Did you debug this issue? I think the problem could be outside this code. I would outcomment the if-statement following for-loop in your proposed patch, because otherwise 'i' points outside the array boundarys here.
(In reply to haro41 from comment #3) > Did you debug this issue? I think the problem could be outside this code. > > I would outcomment the if-statement following for-loop in your proposed > patch, because otherwise 'i' points outside the array boundarys here. I think the if statement is fine as both od_vddc_lookup_table->entries[] and podn_vdd_dep->entries[] both hold MAX_REGULAR_DPM_NUMBER members, which is 8, so accessing entries[7] is not out of bounds. Btw, the patch works for me aswell. Card behaves as it should after loading my pp_table, which was not the case before.
In the (now obsolete) proposed code, the variable 'i' will become 8, when the for-loop is done. The following if-statement will access something outside the array memory. Something like this may work without problems, but it can trigger a new problem too.

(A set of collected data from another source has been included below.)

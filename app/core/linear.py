"""Pearson's product-moment correlation."""

from __future__ import annotations

import cmath
import itertools
import math
from functools import lru_cache

import numpy as np
from scipy import special

from .jit import kernel
from ..config import (MIN_ROWS, PEARSON_EXACT_MAX_N, PEARSON_SPLIT2_GROUPS, PEARSON_SPLIT2_SHARE,
                      PEARSON_SPLIT_GROUPS, PEARSON_SPLIT_MAX_N, PEARSON_SPLIT_SHARE, T_SERIES_MAX_DF,
                      T_SERIES_MIN_P)
from .results import TestResult, undefined
from .testing import fisher_z_interval

__all__ = ["pearson", "pearson_matrix", "correlation_t_pvalue", "permutation_moments",
           "pearson_curve_sf", "moment_pvalue", "complete_pairs", "constant_note", "TESTS",
           "DEFAULT_TEST", "resolved_test"]

# Methods of Pearson's p-value that --test pearson=METHOD can choose (the first is the default).
TESTS = ("moments", "t", "permutation")
DEFAULT_TEST = TESTS[0]
_METHOD_LABELS = {"moments": "permutation law from exact moments (Pearson curve)",
                  "exact": "exact permutation (all relabellings)",
                  "t": "t, n-2 df"}

# A pair whose variance, after removing its own mean, is below this fraction of
# its raw sum of squares has lost most of its digits in the one-pass formula;
# it is recomputed directly from its rows.
_ILL_CONDITIONED = 1e-8


@kernel(cache=True, nogil=True, python_max_n=64)
def _mean(v):
    # blocks of 256 summed apart, then the block sums (see _r_kernel)
    n = v.shape[0]
    total = 0.0
    for start in range(0, n, 256):
        block = 0.0
        for k in range(start, min(start + 256, n)):
            block += v[k]
        total += block
    return total / n


@kernel(cache=True, nogil=True, python_max_n=64)
def _centred_scaled(v):
    """v minus its mean (two passes: the second removes the first mean's rounding), divided by its
    largest magnitude so that squares can neither overflow nor underflow; (values, peak)."""
    n = v.shape[0]
    m = _mean(v)
    out = np.empty(n)
    for k in range(n):
        out[k] = v[k] - m
    m2 = _mean(out)
    peak = 0.0
    for k in range(n):
        out[k] -= m2
        a = abs(out[k])
        if a > peak or a != a:
            peak = a
    if peak > 0.0 and peak < np.inf:
        for k in range(n):
            out[k] /= peak
    return out, peak


@kernel(cache=True, nogil=True, python_max_n=64)
def _r_kernel(x, y):
    """r of complete arrays with spread, in four passes; NaN when a side has none after centring."""
    cx, px = _centred_scaled(x)
    cy, py = _centred_scaled(y)
    if not (px > 0.0 and px < np.inf and py > 0.0 and py < np.inf):
        return np.nan
    n = cx.shape[0]
    sxx = syy = sxy = 0.0
    # blocks of 256 summed apart, then the block sums: rounding grows with 256 + n/256
    # terms rather than n (numpy's pairwise summation does the same)
    for start in range(0, n, 256):
        bxx = byy = bxy = 0.0
        for k in range(start, min(start + 256, n)):
            bxx += cx[k] * cx[k]
            byy += cy[k] * cy[k]
            bxy += cx[k] * cy[k]
        sxx += bxx
        syy += byy
        sxy += bxy
    if not (sxx > 0.0 and syy > 0.0):
        return np.nan
    return min(1.0, max(-1.0, sxy / (np.sqrt(sxx) * np.sqrt(syy))))


def _direct_r(x: np.ndarray, y: np.ndarray) -> float:
    """Two-pass r of complete arrays; NaN when a side is constant."""
    if x.size < 2 or np.all(x == x[0]) or np.all(y == y[0]):
        return math.nan
    return float(_r_kernel(np.ascontiguousarray(x, dtype=np.float64), np.ascontiguousarray(y, dtype=np.float64)))


def complete_pairs(x: np.ndarray, y: np.ndarray) -> tuple[np.ndarray, np.ndarray]:
    """The rows where both values are finite, as float arrays.

    NaN (and +/-inf, which no measure here can use) count as missing.
    """
    x = np.asarray(x, dtype=float).reshape(-1)
    y = np.asarray(y, dtype=float).reshape(-1)
    if x.shape != y.shape:
        raise ValueError(f"x and y must have the same length ({x.size} != {y.size})")
    keep = np.isfinite(x) & np.isfinite(y)
    if keep.all():
        return x, y
    return x[keep], y[keep]
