def w4(args, tmp: Path, report: dict) -> None:
    """Long tables: 10 columns, 10^4 .. 10^6 rows, default measures; exponent in n and ratio per size."""
    from pairlens import config
    from pairlens.engine import AnalysisSettings, run_analysis

    sizes = [10_000, 30_000, 100_000] if args.quick else [10_000, 100_000, 300_000, 1_000_000]
    p = 10
    measures = ",".join(config.DEFAULT_MEASURES)
    settings = AnalysisSettings(measures=config.DEFAULT_MEASURES)
    pairs = p * (p - 1) // 2
    full, names = make_table(max(sizes), p, 0.0, seed=4)
    run_analysis(full[:50], names, settings, workers=1)  # kernels loaded before timing
    res: dict = {"columns": p, "pairs": pairs, "measures": measures, "workers": args.workers,
                 "baseline": f"pandas + scipy.stats + dcor loop (baseline_loop.py) on the first {args.w4_pairs} "
                             f"pairs, scaled to all {pairs}"}
    engine, serial, baseline = {}, {}, {}
    for rows in sizes:
        data = full[:rows]
        times, times1 = [], []
        for _ in range(args.repeats):
            t = time.perf_counter()
            run_analysis(data, names, settings, workers=args.workers)
            times.append(time.perf_counter() - t)
            # one worker runs in this process: its CPU time is what a busy shared machine perturbs least
            t = time.process_time()
            run_analysis(data, names, settings, workers=1)
            times1.append(time.process_time() - t)
        engine[rows], serial[rows] = median(times), median(times1)
        csv, out = tmp / f"w4_{rows}.csv", tmp / f"w4_{rows}_base.csv"
        write_csv(csv, data, names)
        loops = []
        for _ in range(max(1, args.w4_baseline_repeats)):
            b = run_process(baseline_cmd(csv, out, measures, pairs=args.w4_pairs))
            loops.append(json.loads(b["stdout"].strip().splitlines()[-1])["loop_s"] / args.w4_pairs * pairs)
        baseline[rows] = median(loops)
        csv.unlink()
        res[f"n={rows}"] = {"engine_s": engine[rows], "engine_runs_s": times, "engine_serial_cpu_s": serial[rows],
                            "baseline_loop_scaled_s": baseline[rows],
                            "ratio_engine": baseline[rows] / engine[rows],
                            "ratio_engine_serial_cpu": baseline[rows] / serial[rows]}
        _print(f"W4 n={rows}", res[f"n={rows}"])
    big = [k for k in sizes if k >= 100_000]
    res["exponent_n_all"] = _slope(sizes, [engine[k] for k in sizes])
    res["exponent_n_1e5_to_max"] = _slope(big, [engine[k] for k in big])
    res["exponent_n_serial_cpu_all"] = _slope(sizes, [serial[k] for k in sizes])
    res["exponent_n_serial_cpu_1e5_to_max"] = _slope(big, [serial[k] for k in big])
    res["exponent_n_log_n_reference"] = _slope(big, [k * math.log(k) for k in big])
    report["W4"] = res
    _print("W4", {k: v for k, v in res.items() if not k.startswith("n=")})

Created attachment 285633 [details] proposed patch v2
(In reply to haro41 from comment #3) > Did you debug this issue? I think the problem could be outside this code. > > I would outcomment the if-statement following for-loop in your proposed > patch, because otherwise 'i' points outside the array boundarys here. Thank you for your reply. I have uploaded a new patch with your suggestion. It looks to me now that this is not so much a bug but intended beviour. I would still like to see this changed though.
I have to agree, the code in its current state, only allows overvolting for dpm level 7. Since the highest performance level is the most interesting one, if it comes to undervolting, energy saving and performance maximization, that should be fixed asap. Thanks for your effort, btw.
(In reply to Pelle van Gils from comment #6) > Created attachment 285633 [details] > proposed patch v2 Applied. thanks!